URL: https://cgit.FreeBSD.org/src/commit/?id=166ad86c33ba4ca1a1b235913a9ae553ebf6a425

commit 166ad86c33ba4ca1a1b235913a9ae553ebf6a425
Author:     Kevin Bowling <kbowling@FreeBSD.org>
AuthorDate: 2021-04-25 08:22:23 +0000
Commit:     Kevin Bowling <kbowling@FreeBSD.org>
CommitDate: 2021-05-28 05:51:46 +0000

    e1000: Rework em_msi_link interrupt filter

    * Fix 82574 Link Status Changes, carrying the OTHER mask bit around as
      needed.
    * Move igb-class LSC re-arming out of FAST back into the handler.
    * Clarify spurious/other interrupt re-arms in FAST.

    In MSI-X mode, 82574 and igb-class devices use an interrupt filter to
    handle Link Status Changes.
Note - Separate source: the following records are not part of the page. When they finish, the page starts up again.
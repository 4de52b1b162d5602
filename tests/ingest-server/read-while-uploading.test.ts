/**
 * Reading a machine upload while it is uploading (src/server/services/ingest-early.ts), on
 * PostgreSQL and the object store: a file of a layout the site reads is done when receiveApiUpload
 * returns, with the same tag hours and summary as the worker's read of the same file; a file the
 * reader gives up on (a layout question, a bad file) goes to the worker, whose verdict is as with the
 * feature off; a repeat stands aside; a body that breaks leaves the upload failed and nothing read;
 * another read holding the site's lock sends the upload to the worker without stalling its PUT.
 * The worker's read is called directly (ingestUpload), so what the endpoint left is seen as it is.
 */
import { Readable } from 'node:stream';
import { and, asc, eq, sql } from 'drizzle-orm';
import { afterEach, expect, it } from 'vitest';
import { sniffLayout } from '~/lib/ingest';
import { db, pgPool } from '~/server/db/client';
import { layoutProfiles, sites, tagHours, tagHourUploads, tags, uploads } from '~/server/db/schema';
import { ingestUpload } from '~/server/services/ingest';
import { receiveApiUpload } from '~/server/services/uploads';
import { objectSize } from '~/server/storage';
import { describeIntegration } from '../support/integration';

const TAG_NAMES = ['RW.PT-1', 'RW.TT-1', 'RW.FT-1', 'RW.LT-1'];

/** A one-minute wide export of four tags (one decimal: no layout question), `rows` minutes from `startIso`. */
function wideFile(startIso: string, rows: number, opts: { decimals?: number; tail?: string } = {}) {
  const t0 = Date.parse(startIso);
  const lines = [['Time', ...TAG_NAMES].join(',')];
  for (let i = 0; i < rows; i++) {
    const values = TAG_NAMES.map((_, j) => (40 + j * 10 + ((i * (j + 3)) % 17) / 7).toFixed(opts.decimals ?? 1));
    lines.push(`${new Date(t0 + i * 60_000).toISOString().slice(0, 19).replace('T', ' ')},${values.join(',')}`);
  }
  return Buffer.from(lines.join('\n') + '\n' + (opts.tail ?? ''));
}

/** The body as a network stream gives it: 16 KiB chunks. */
function chunked(body: Buffer): Readable {
  const parts: Buffer[] = [];
  for (let i = 0; i < body.length; i += 16 * 1024) parts.push(body.subarray(i, i + 16 * 1024));
  return Readable.from(parts);
}

async function newSite(label: string, savedLayoutOf?: Buffer) {
  const [s] = await db().insert(sites).values({ name: `Read while uploading ${label} ${Date.now()}`, timeZone: 'UTC' }).returning();
  if (savedLayoutOf) {
    // The site's saved layout of this shape, as a person confirmed it on the uploads page.
    const sniffed = sniffLayout(savedLayoutOf.subarray(0, 96 * 1024).toString('utf8'), { complete: savedLayoutOf.length < 96 * 1024 });
    await db()
      .insert(layoutProfiles)
      .values({ siteId: s!.id, fingerprint: sniffed.fingerprint, name: 'confirmed layout', profile: { ...sniffed, questions: [] } });
  }
  return s!.id;
}

const row = async (id: string) => (await db().select().from(uploads).where(eq(uploads.id, id)))[0]!;

/** Jobs queued for the worker's read of the upload. */
async function workerJobs(uploadId: string): Promise<number> {
  const r = await db().execute<{ n: number }>(sql`select count(*)::int as n from pgboss.job where name = 'ingest-file' and data->>'uploadId' = ${uploadId}`);
  return r.rows[0]!.n;
}

/** The site's tag hours by tag name and hour (the tags' keys differ between sites). */
async function siteHours(siteId: string) {
  const rows = await db()
    .select({ tag: tags.name, h: tagHours })
    .from(tagHours)
    .innerJoin(tags, eq(tags.seq, tagHours.tagId))
    .where(eq(tags.siteId, siteId))
    .orderBy(asc(tags.name), asc(tagHours.hourStart));
  return rows.map(({ tag, h }) => ({ ...h, tagId: undefined, tag }));
}

async function hoursOfUpload(uploadId: string): Promise<number> {
  return (await db().select().from(tagHourUploads).where(eq(tagHourUploads.uploadId, uploadId))).length;
}

/** Runs fn with reading while uploading off (INGEST_WHILE_UPLOADING_MAX_MB=0). */
async function featureOff<T>(fn: () => Promise<T>): Promise<T> {
  process.env.INGEST_WHILE_UPLOADING_MAX_MB = '0';
  try {
    return await fn();
  } finally {
    delete process.env.INGEST_WHILE_UPLOADING_MAX_MB;
  }
}

/** The upload ends within `ms` or the test fails with the reason (a stalled PUT never ends). */
function within<T>(p: Promise<T>, ms: number, what: string): Promise<T> {
  return Promise.race([p, new Promise<T>((_, reject) => setTimeout(() => reject(new Error(`${what} did not end within ${ms} ms`)), ms))]);
}

describeIntegration('reading a machine upload while it is uploading', () => {
  afterEach(() => {
    delete process.env.INGEST_WHILE_UPLOADING_MAX_MB;
  });

  it("(a) a file of the site's saved layout is done when the endpoint answers, with the worker's tag hours and summary", async () => {
    const body = wideFile('2026-06-01T00:00:00Z', 6000); // about 220 KB: read well past the layout's head
    const early = await newSite('early', body);
    const worker = await newSite('worker', body);

    const out = await receiveApiUpload(early, 'shift.csv', chunked(body), {}, body.length);
    expect(out.readWhileUploading).toBe(true);
    expect(out.duplicateOf).toBeNull();
    const read = await row(out.uploadId);
    expect(read.status).toBe('done');
    expect(read.startedAt).not.toBeNull();
    expect(read.sizeBytes).toBe(body.length);
    expect(read.bytesRead).toBe(body.length);
    expect(await workerJobs(out.uploadId)).toBe(0);

    const other = await featureOff(() => receiveApiUpload(worker, 'shift.csv', chunked(body), {}, body.length));
    expect(other.readWhileUploading).toBe(false);
    expect((await row(other.uploadId)).status).toBe('queued');
    expect((await ingestUpload(other.uploadId)).kind).toBe('done');
    const byWorker = await row(other.uploadId);

    expect(read.summary).toEqual(byWorker.summary);
    expect(read.sha256).toBe(byWorker.sha256);
    expect(read.rowsRead).toBe(byWorker.rowsRead);
    const hours = await siteHours(early);
    expect(hours.length).toBe(100 * TAG_NAMES.length);
    expect(hours).toEqual(await siteHours(worker));
    expect(await hoursOfUpload(out.uploadId)).toBe(TAG_NAMES.length);
  });

  it('(a) a first file whose own layout is certain is read while uploading and its layout kept for the site, as the worker keeps it', async () => {
    const body = wideFile('2026-06-06T00:00:00Z', 3000);
    const siteId = await newSite('detected');
    const out = await receiveApiUpload(siteId, 'first.csv', chunked(body), {}, body.length);
    expect(out.readWhileUploading).toBe(true);
    const read = await row(out.uploadId);
    expect(read.status).toBe('done');
    const [profile] = await db().select().from(layoutProfiles).where(eq(layoutProfiles.siteId, siteId));
    expect(read.profileId).toBe(profile!.id);
    expect(profile!.name).toBe('detected from first.csv');
  });

  const givenUp: [string, () => Buffer, boolean][] = [
    // Three decimals everywhere: a decimal mark or a thousands separator? A machine upload never guesses.
    ['a layout question', () => wideFile('2026-06-02T00:00:00Z', 3000, { decimals: 3 }), false],
    ['two columns of one name', () => Buffer.from('Time,RW.PT-1,RW.PT-1\n2026-06-02 00:00:00,1.5,2.5\n2026-06-02 00:01:00,1.6,2.6\n'), false],
    ['a file that is not text', () => Buffer.concat([Buffer.from([0x50, 0x4b, 0x03, 0x04]), Buffer.alloc(4000, 0)]), false],
    // Good rows well past the head, then a quote never closed: the read stops near the end.
    ['a quote never closed at the end', () => wideFile('2026-06-02T00:00:00Z', 6000, { tail: '2026-06-06 04:00:00,"41.5,42.5,43.5,44.5\n' }), true],
  ];
  for (const [label, make, saved] of givenUp) {
    it(`(b) ${label}: the reader gives up, the upload is queued for the worker, whose verdict is as with the feature off`, async () => {
      const body = make();
      const siteId = await newSite(`gives up ${label}`, saved ? body : undefined);

      const before = await featureOff(() => receiveApiUpload(siteId, 'export.csv', chunked(body), {}, body.length));
      expect((await row(before.uploadId)).startedAt).toBeNull();
      await ingestUpload(before.uploadId);
      const today = await row(before.uploadId);

      const out = await receiveApiUpload(siteId, 'export.csv', chunked(body), {}, body.length);
      expect(out.readWhileUploading).toBe(false);
      const left = await row(out.uploadId);
      // The reader began (it set startedAt) and gave up: queued for the worker, nothing read.
      expect(left.startedAt).not.toBeNull();
      expect(left.status).toBe('queued');
      expect(left.failureReason).toBeNull();
      expect(await workerJobs(out.uploadId)).toBe(1);
      expect(await objectSize(left.objectKey)).toBe(body.length);
      expect(await hoursOfUpload(out.uploadId)).toBe(0);

      await ingestUpload(out.uploadId);
      const verdict = await row(out.uploadId);
      expect(today.status).toBe('failed');
      expect(verdict.status).toBe(today.status);
      expect(verdict.failureReason).toBe(today.failureReason);
      expect((verdict.summary as { code?: string }).code).toBe((today.summary as { code?: string }).code);
      expect(verdict.attempts).toBe(1);
      expect((await siteHours(siteId)).length).toBe(0);
    });
  }

  it('(c) a repeat of an earlier upload stands aside and writes no tag hour', async () => {
    const body = wideFile('2026-06-03T00:00:00Z', 3000);
    const siteId = await newSite('repeat', body);
    const first = await featureOff(() => receiveApiUpload(siteId, 'once.csv', chunked(body), {}, body.length));
    expect((await ingestUpload(first.uploadId)).kind).toBe('done');
    const hoursBefore = await siteHours(siteId);
    expect(hoursBefore.length).toBeGreaterThan(0);

    const again = await receiveApiUpload(siteId, 'once (again).csv', chunked(body), {}, body.length);
    expect(again.duplicateOf).toBe(first.uploadId);
    const u = await row(again.uploadId);
    // Read while uploading (startedAt) and rolled back at the repeat check before its commit.
    expect(u.startedAt).not.toBeNull();
    expect(u.status).toBe('done');
    expect(u.duplicateOf).toBe(first.uploadId);
    expect(u.sha256).toBe((await row(first.uploadId)).sha256);
    expect(await hoursOfUpload(again.uploadId)).toBe(0);
    expect(await workerJobs(again.uploadId)).toBe(0);
    expect(await siteHours(siteId)).toEqual(hoursBefore);
    const tagRows = await db().select().from(tags).where(eq(tags.siteId, siteId));
    expect(tagRows.every((t) => t.lastUploadId === first.uploadId)).toBe(true);
  });

  it('(d) a body that breaks mid-way leaves the upload failed, no tag hour, no object and the site free', async () => {
    const body = wideFile('2026-06-04T00:00:00Z', 6000);
    const siteId = await newSite('broken', body);
    const part = body.subarray(0, 160 * 1024);
    async function* breaks() {
      for (let i = 0; i < part.length; i += 16 * 1024) yield part.subarray(i, i + 16 * 1024);
      await new Promise((r) => setTimeout(r, 300)); // the reader is well into the file by now
      throw new Error('connection reset by peer');
    }
    await expect(within(receiveApiUpload(siteId, 'broken.csv', Readable.from(breaks()), {}, body.length), 20_000, 'the broken upload')).rejects.toThrow(/did not arrive whole/);
    const [u] = await db().select().from(uploads).where(and(eq(uploads.siteId, siteId), eq(uploads.fileName, 'broken.csv')));
    expect(u!.startedAt).not.toBeNull();
    expect(u!.status).toBe('failed');
    expect(u!.failureReason).toMatch(/connection reset by peer/);
    expect(await objectSize(u!.objectKey)).toBeNull();
    expect(await hoursOfUpload(u!.id)).toBe(0);
    expect((await siteHours(siteId)).length).toBe(0);
    expect((await db().select().from(tags).where(eq(tags.siteId, siteId))).length).toBe(0);
    expect(await workerJobs(u!.id)).toBe(0);
    // The reader's transaction is gone: the site's ingest lock is free for the next read.
    const probe = await pgPool().connect();
    try {
      const { rows } = await probe.query('select pg_try_advisory_lock(hashtextextended($1, 0)) as ok', ['ingest-site:' + siteId]);
      expect(rows[0].ok).toBe(true);
      await probe.query('select pg_advisory_unlock(hashtextextended($1, 0))', ['ingest-site:' + siteId]);
    } finally {
      probe.release();
    }
  });

  it('the settings: a body above INGEST_WHILE_UPLOADING_MAX_MB, or one beside a running read with INGEST_WHILE_UPLOADING_AT_ONCE=1, goes to the worker', async () => {
    const body = wideFile('2026-06-07T00:00:00Z', 6000); // about 220 KB
    const siteId = await newSite('settings', body);
    const otherSite = await newSite('settings beside', body);

    process.env.INGEST_WHILE_UPLOADING_MAX_MB = '0.1'; // 104,857 bytes
    const big = await receiveApiUpload(siteId, 'big.csv', chunked(body), {}, body.length);
    delete process.env.INGEST_WHILE_UPLOADING_MAX_MB;
    expect(big.readWhileUploading).toBe(false);
    expect((await row(big.uploadId)).startedAt).toBeNull();
    expect(await workerJobs(big.uploadId)).toBe(1);

    // One read while uploading runs (its client sends slowly); the next upload meanwhile is not read so.
    let release!: () => void;
    const held = new Promise<void>((r) => (release = r));
    async function* slow() {
      yield body.subarray(0, 64 * 1024);
      await held;
      yield body.subarray(64 * 1024);
    }
    const first = receiveApiUpload(otherSite, 'slow.csv', Readable.from(slow()), {}, body.length);
    await new Promise((r) => setTimeout(r, 200)); // the slow upload's reader has begun
    const small = wideFile('2026-06-09T00:00:00Z', 600);
    const beside = await within(receiveApiUpload(siteId, 'beside.csv', chunked(small), {}, small.length), 20_000, 'the upload beside');
    expect(beside.readWhileUploading).toBe(false);
    expect((await row(beside.uploadId)).startedAt).toBeNull();
    expect(await workerJobs(beside.uploadId)).toBe(1);
    release();
    const slowOut = await within(first, 20_000, 'the slow upload');
    expect(slowOut.readWhileUploading).toBe(true);
    expect((await row(slowOut.uploadId)).status).toBe('done');
  });

  it("(e) with the site's ingest lock held by another read, the upload is queued for the worker and its PUT completes", async () => {
    const body = wideFile('2026-06-05T00:00:00Z', 40_000); // about 1.5 MB: far more than the branches hold
    const siteId = await newSite('busy', body);
    const other = await pgPool().connect();
    try {
      await other.query('begin');
      await other.query('select pg_advisory_xact_lock(hashtextextended($1, 0))', ['ingest-site:' + siteId]);
      const out = await within(receiveApiUpload(siteId, 'busy.csv', chunked(body), {}, body.length), 20_000, 'the upload beside a busy site');
      expect(out.readWhileUploading).toBe(false);
      const u = await row(out.uploadId);
      expect(u.startedAt).not.toBeNull();
      expect(u.status).toBe('queued');
      expect(u.sizeBytes).toBe(body.length);
      expect(await objectSize(u.objectKey)).toBe(body.length);
      expect(await workerJobs(out.uploadId)).toBe(1);
      await other.query('commit');
      expect((await ingestUpload(out.uploadId)).kind).toBe('done');
      expect(await hoursOfUpload(out.uploadId)).toBe(TAG_NAMES.length);
    } finally {
      await other.query('rollback').catch(() => undefined);
      other.release();
    }
  });
});
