// Password mails go out from the queue; no worker runs during these tests, so this file works it.
beforeAll(async () => {
  if (!process.env.DATABASE_URL) return;
  const boss = await queue();
  await boss.work(QUEUES.sendMail, { pollingIntervalSeconds: 0.5 }, async ([job]) => {
    await sendMail(SendMailPayload.parse(job!.data));
  });
});

async function sessionsOf(email: string) {
  const [u] = await db().select().from(user).where(eq(user.email, email));
  return db().select().from(session).where(eq(session.userId, u!.id));
}

const operator = DEMO_ACCOUNTS.find((a) => a.role === 'operator')!;
const admin = DEMO_ACCOUNTS.find((a) => a.role === 'admin')!;

/** The demo admin, signed in: whom updateUser acts as (the admin plugin checks its caller's session). */
async function actingAdmin() {
  const out = await post('/sign-in/email', { email: admin.email, password: DEMO_PASSWORD });
  expect(out.status).toBe(200);
  return { userId: out.data.user.id as string, headers: new Headers({ cookie: cookieOf(out.res), origin: BASE() }) };
}

describeIntegration('sign-in', () => {
  it('signs in a demo account with its password', async () => {
    const out = await post('/sign-in/email', { email: operator.email, password: DEMO_PASSWORD });
    expect(out.status).toBe(200);
    expect(out.data.user.email).toBe(operator.email);
  });

  it('refuses a wrong password and an unknown e-mail alike, creating no session', async () => {
    const before = (await sessionsOf(operator.email)).length;
    const wrong = await post('/sign-in/email', { email: operator.email, password: 'not-the-password' });
    const unknown = await post('/sign-in/email', { email: 'nobody@demo.lossline.test', password: DEMO_PASSWORD });
    expect([wrong.status, wrong.data.code]).toEqual([401, 'INVALID_EMAIL_OR_PASSWORD']);
    expect([unknown.status, unknown.data.code]).toEqual([401, 'INVALID_EMAIL_OR_PASSWORD']);
    expect((await sessionsOf(operator.email)).length).toBe(before);
  });

  it('rate-limits repeated sign-in attempts from one address (SIGN_IN_LIMIT_PER_MINUTE)', async () => {
    const ip = freshIp();
    const limit = Number(process.env.SIGN_IN_LIMIT_PER_MINUTE ?? 5);
    const statuses: number[] = [];
    // A different (unknown) account each time, so only the per-address limit can refuse.
    for (let i = 0; i < limit + 1; i++) statuses.push((await post('/sign-in/email', { email: `guess-${Date.now()}-${i}@example.test`, password: 'wrong-' + i }, ip)).status);
    expect(statuses.slice(0, limit).every((s) => s === 401)).toBe(true);
    expect(statuses[limit]).toBe(429);
    // Even the right password is refused while the window lasts.
    expect((await post('/sign-in/email', { email: operator.email, password: DEMO_PASSWORD }, ip)).status).toBe(429);
  });
});

describeIntegration('invitation and password links', () => {
  it('invites a person by e-mail; the link sets a password; weak, reused and expired links change nothing', async () => {
    const [adminRow] = await db().select().from(user).where(eq(user.email, admin.email));
    const email = `invitee-${Date.now()}@example.test`;
    const { id } = await inviteUser({ name: 'Ines Invitee', email, role: 'planner' }, adminRow!.id);

    const mail = await waitForMail(email, 'invitation');
    const link = mail.text.match(/https?:\/\/\S+/)?.[0];
    expect(link).toMatch(/^https?:\/\/\S+\/api\/auth\/reset-password\//);
    expect(link!.startsWith(BASE())).toBe(true);

    // Following the link redirects to the set-password page with the token.
    const follow = await auth().handler(new Request(link!, { redirect: 'manual' }));
    expect(follow.status).toBe(302);
    const location = new URL(follow.headers.get('location')!, BASE());
    expect(location.pathname).toBe('/set-password');
    const token = location.searchParams.get('token')!;
    expect(token).toMatch(/^[\w-]{16,}$/);

    // No password yet: sign-in fails.
    expect((await post('/sign-in/email', { email, password: 'a-good-long-password' })).status).toBe(401);

    const weak = await post('/reset-password', { token, newPassword: 'short' });
    expect([weak.status, weak.data.code]).toEqual([400, 'PASSWORD_TOO_SHORT']);
    expect((await post('/sign-in/email', { email, password: 'short' })).status).toBe(401);
    // Long enough but guessable: refused with the estimator's reason, and the link still works.
    const guessable = await post('/reset-password', { token, newPassword: 'aaaaaaaaaa' });
    expect([guessable.status, guessable.data.code]).toEqual([400, 'PASSWORD_TOO_WEAK']);
    expect(guessable.data.message).toMatch(/repeats the same character/);
    const common = await post('/reset-password', { token, newPassword: 'password123' });
    expect([common.status, common.data.code]).toEqual([400, 'PASSWORD_TOO_WEAK']);
    expect(common.data.message).toMatch(/most used passwords/);
    // The link is stored hashed: no row holds the token itself.
    const plain = await db().select().from(verification).where(sql`${verification.identifier} like ${'%' + token + '%'}`);
    expect(plain).toEqual([]);
    expect((await db().select().from(verification).where(eq(verification.identifier, hashIdentifier(`reset-password:${token}`)))).length).toBe(1);

    const ok = await post('/reset-password', { token, newPassword: 'a-good-long-password' });
    expect(ok.status).toBe(200);
    const signIn = await post('/sign-in/email', { email, password: 'a-good-long-password' });
    expect(signIn.status).toBe(200);
    expect(signIn.data.user.role).toBe('planner');

    const reused = await post('/reset-password', { token, newPassword: 'another-long-password' });
    expect([reused.status, reused.data.code]).toEqual([400, 'INVALID_TOKEN']);

    // An expired link: ask again, then move its expiry into the past.
    await auth().api.requestPasswordReset({ body: { email, redirectTo: '/set-password' } });
    const again = await waitForMail(email, 'new Lossline password');
    const token2 = again.text.match(/reset-password\/([^?\s]+)/)![1]!;
    await db().update(verification).set({ expiresAt: new Date(Date.now() - 1000) }).where(eq(verification.identifier, hashIdentifier(`reset-password:${token2}`)));
    const expired = await post('/reset-password', { token: token2, newPassword: 'another-long-password' });
    expect([expired.status, expired.data.code]).toEqual([400, 'INVALID_TOKEN']);
    expect((await post('/sign-in/email', { email, password: 'a-good-long-password' })).status).toBe(200);

    await db().delete(user).where(eq(user.id, id));
  });

  it('refuses to invite an address that already has an account', async () => {
    await expect(inviteUser({ name: 'Again', email: operator.email, role: 'operator' }, 'x')).rejects.toThrow(AppError);
  });
});

describeIntegration('roles and deactivation', () => {
  it('deactivation ends sessions and blocks sign-in; reactivation restores it; role changes apply', async () => {
    const [adminRow] = await db().select().from(user).where(eq(user.email, admin.email));
    const email = `temp-${Date.now()}@example.test`;
    const { id } = await inviteUser({ name: 'Tom Temp', email, role: 'operator' }, adminRow!.id);
    const mail = await waitForMail(email, 'invitation');
    const token = mail.text.match(/reset-password\/([^?\s]+)/)![1]!;
    expect((await post('/reset-password', { token, newPassword: 'temporary-password-1' })).status).toBe(200);
    expect((await post('/sign-in/email', { email, password: 'temporary-password-1' })).status).toBe(200);
    expect((await sessionsOf(email)).length).toBeGreaterThan(0);

    await updateUser(id, { deactivated: true }, await actingAdmin());
    expect((await sessionsOf(email)).length).toBe(0);
    const [banned] = await db().select().from(user).where(eq(user.id, id));
    expect([banned!.deactivated, banned!.banReason, banned!.banExpires]).toEqual([true, 'Deactivated by a Lossline admin.', null]);
    const refused = await post('/sign-in/email', { email, password: 'temporary-password-1' });
    expect(refused.status).toBe(403);
    expect(refused.data.code).toBe('ACCOUNT_DEACTIVATED');

    await updateUser(id, { deactivated: false, role: 'energy-lead' }, await actingAdmin());
    const back = await post('/sign-in/email', { email, password: 'temporary-password-1' });
    expect(back.status).toBe(200);
    expect(back.data.user.role).toBe('energy-lead');
    await db().delete(user).where(eq(user.id, id));
  });

  it("the admin plugin's own routes are closed: no impersonation, bans or accounts around /api/admin/users", async () => {
    const me = await actingAdmin();
    const [op] = await db().select().from(user).where(eq(user.email, operator.email));
    for (const path of ['/admin/impersonate-user', '/admin/ban-user', '/admin/create-user', '/admin/set-role', '/admin/remove-user']) {
      const out = await post(path, { userId: op!.id, role: 'admin' }, freshIp(), me.headers.get('cookie')!);
      expect([path, out.status]).toEqual([path, 404]);
    }
    const [still] = await db().select().from(user).where(eq(user.id, op!.id));
    expect([still!.role, still!.deactivated]).toEqual(['operator', false]);
  });

  it('keeps at least one active admin and stops an admin deactivating themself', async () => {
    const admins = await db().select().from(user).where(and(eq(user.role, 'admin'), eq(user.deactivated, false)));
    expect(admins.length).toBe(1);
    await expect(updateUser(admins[0]!.id, { role: 'operator' }, { userId: admins[0]!.id, headers: new Headers() })).rejects.toThrow(/last active admin/);
    await expect(updateUser(admins[0]!.id, { deactivated: true }, { userId: admins[0]!.id, headers: new Headers() })).rejects.toThrow(/last active admin|own account/);
    const [still] = await db().select().from(user).where(eq(user.id, admins[0]!.id));
    expect([still!.role, still!.deactivated]).toEqual(['admin', false]);
  });
});

/** A person with a password, made directly (no mail round trip), for the tests below. */
async function personWithPassword(password: string, role: 'operator' | 'planner' = 'operator') {
  const { hashPassword } = await import('better-auth/crypto');
  const { account } = await import('~/server/db/schema');
  const id = crypto.randomUUID();
  const email = `p-${id.slice(0, 8)}@example.test`;
  await db().insert(user).values({ id, email, name: 'Test Person', role, emailVerified: true });
  await db().insert(account).values({ id: crypto.randomUUID(), accountId: id, providerId: 'credential', userId: id, password: await hashPassword(password) });
  return { id, email };
}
We want to do LSC re-arms in the handler
    to take advantage of autoclear (EIAC) single shot behavior.

    82574 uses 'Other' in ICR and IMS for LSC interrupt types when in MSI-X
    mode, so we need to set and re-arm the 'Other' bit during attach and
    after ICR reads in the FAST handler if not an LSC or after handling on
    LSC due to autoclearing.

    This work was primarily done to address the referenced PR, but inspired
    some clarification and improvement for igb-class devices once the
    intentions of previous bug fix attempts became clearer.

    PR:             211219
    Reported by:    Alexey <aserp3@gmail.com>
    Tested by:      kbowling (I210 lagg), markj (I210)
    Approved by:    markj
    MFC after:      1 month
    Differential Revision:  https://reviews.freebsd.org/D29943

    (cherry picked from commit eea55de7b10808b86277d7fdbed2d05d3c6db1b2)

 sys/dev/e1000/if_em.c | 41 ++++++++++++++++++++++++-----------------
 sys/dev/e1000/if_em.h |  2 --
 2 files changed, 24 insertions(+), 19 deletions(-)

Comment 41 Kevin Bowling freebsd_committer

2021-05-28 06:42:51 UTC

No MFC to stable11 it uses a different driver.